Computational modeling of ultraviolet light-emitting diode (UV-LED) reactor for water treatment

Abstract

The ultraviolet light emitting diode (UV-LED) has recently emerged as a new UV source. It offers design flexibility due to its small size and ability to alter its radiation profile. In view of the variety of design possibilities for a UV-LED reactor, a computational model could be of great value for simulating the reactor and providing insight into its performance. Given the UV-LED's ability to emit various radiation wavelengths and because it is a directional UV source, the challenges of simulation for UV-LEDs are greater than those for UV lamps, which typically have a single wavelength and an almost radial radiation profile. This study proposes a method of simulating UV-LED reactors in the Eulerian framework through the integration of the kinetic, hydrodynamic, and radiation models, representing UV-LED systems.
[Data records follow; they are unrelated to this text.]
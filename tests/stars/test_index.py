"""The blind index is built once, whoever asks first, and does without a folder where none can be written."""

from __future__ import annotations

import multiprocessing
import os
from pathlib import Path

import numpy as np
import pytest

SMALL = 400  # stars: the whole sky in a moment


def build(cache: str, start: object, answers: object) -> None:
    """In a process of its own: build a small index with this cache folder, and tell what came of it."""
    os.environ["XDG_CACHE_HOME"] = cache
    from imaging.stars import gathering, index, neighbours

    gathering.LEVELS = index.LEVELS = (neighbours.Level(SMALL, 8),)
    ticks: list[tuple[int, int]] = []
    start.wait(60)
    built = index.quad_index(lambda done, total: ticks.append((done, total)))
    again = index.quad_index()
    mapped = isinstance(built.packed, np.memmap)
    answers.put((len(built), int(built.packed.sum(dtype=np.int64)), mapped, len(ticks), len(again)))


def answers_of(cache: Path, processes: int) -> list[tuple[int, int, bool, int, int]]:
    context = multiprocessing.get_context("spawn")
    start, answers = context.Barrier(processes), context.Queue()
    running = [context.Process(target=build, args=(str(cache), start, answers)) for _ in range(processes)]
    for one in running:
        one.start()
    told = [answers.get(timeout=100) for _ in running]
    for one in running:
        one.join(20)
    assert all(one.exitcode == 0 for one in running)
    return told


@pytest.mark.slow
def test_two_processes_that_build_at_once_both_get_the_one_index(tmp_path):
    one, other = answers_of(tmp_path, 2)
    assert one[:2] == other[:2]
    assert one[0] > 1000
    folders = [path.name for path in (tmp_path / "syzygraph").iterdir() if "quads" in path.name]
    assert len(folders) == 1
    assert not folders[0].startswith(".part")
    (later,) = answers_of(tmp_path, 1)
    assert later[:2] == one[:2]
    assert later[2]  # mapped from the file
    assert later[3] == 0  # nothing was built


@pytest.mark.slow
@pytest.mark.parametrize("damage", ["a file in the way", "a damaged index"])
def test_a_cache_that_cannot_be_used_costs_time_and_nothing_else(tmp_path, damage):
    if damage == "a file in the way":
        (tmp_path / "cache").write_text("not a folder")
        (told,) = answers_of(tmp_path / "cache", 1)
        assert not told[2]
    else:
        (first,) = answers_of(tmp_path, 1)
        (folder,) = (path for path in (tmp_path / "syzygraph").iterdir() if "quads" in path.name)
        (folder / "packed.npy").write_bytes(b"\x93NUMPY")
        (told,) = answers_of(tmp_path, 1)
        assert told[:2] == first[:2]
    assert told[0] > 1000
    assert told[3] > 0  # progress was told
    assert told[4] == told[0]  # and it is not built again for the next frame


@pytest.fixture(scope="module")
def small_index():
    """An index of the 400 brightest stars, made in memory, and the unit vectors of the whole list."""
    from imaging.stars import gathering, neighbours
    from imaging.stars.catalogue import vectors_of
    from imaging.stars.index import QuadIndex
    from planner.sky.starlist import star_list

    with pytest.MonkeyPatch.context() as patch:
        patch.setattr(gathering, "LEVELS", (neighbours.Level(SMALL, 8), neighbours.Level(100, 9)))
        quads = gathering.gathered()
    table = star_list()
    index = QuadIndex(quads.directory(), np.concatenate(list(quads.in_order())), quads.levels)
    return index, vectors_of(table["ra_deg"], table["dec_deg"])


def test_every_quad_is_found_by_its_own_shape(small_index):
    from imaging.stars.groups import coded

    index, vectors = small_index
    groups = coded(vectors, index.quads(np.arange(len(index)))[0])
    assert len(groups) == len(index)
    asked, found = index.like(groups.codes, 0.006)  # the codes kept are rounded
    assert set(asked[asked == found].tolist()) == set(range(len(index)))


def test_what_is_found_is_all_that_is_near_and_nothing_else(small_index):
    from imaging.stars.groups import coded

    index, vectors = small_index
    rng = np.random.default_rng(3)
    codes = np.sort(rng.random((200, 5)), axis=1)[:, ::-1]
    asked, found = index.like(codes, 0.05)
    held = np.round(coded(vectors, index.quads(np.arange(len(index)))[0]).codes * 255) / 255
    away = np.linalg.norm(held[None] - codes[:, None], axis=2)
    assert set(zip(asked.tolist(), found.tolist(), strict=True)) == set(
        zip(*(rows.tolist() for rows in np.nonzero(away < 0.05)), strict=True)
    )


def test_no_four_stars_of_a_level_stand_in_it_twice_and_none_is_forgotten(small_index):
    """Against the plain way: all combinations of all neighbours as sets."""
    from itertools import combinations

    index, _ = small_index
    for level in index.levels:
        numbers = np.concatenate(list(level.numbers()))
        held = [frozenset(quad) for quad in level.quads(numbers).tolist()]
        wanted = {
            frozenset([star, *(near[i] for i in ranks)])
            for star, near in enumerate(level.near.tolist())
            for ranks in combinations(range(len(near)), 3)
        }
        assert len(held) == len(set(held))
        assert set(held) == wanted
Additionally, the concept of an ideal UV-LED system is proposed, which can provide insight into the efficiency of any UV-LED reactor design concept. The integrated model of reactor performance is evaluated through experimental studies of challenge organisms (e.g., Escherichia coli and MS2) in two UV-LED reactors under different operating conditions, including flow rates, flow regimes, radiant powers, and UV-LED configurations. The close agreement between the numerical predictions and experimental data demonstrates the ability of the proposed method to simulate UV-LED reactor performance.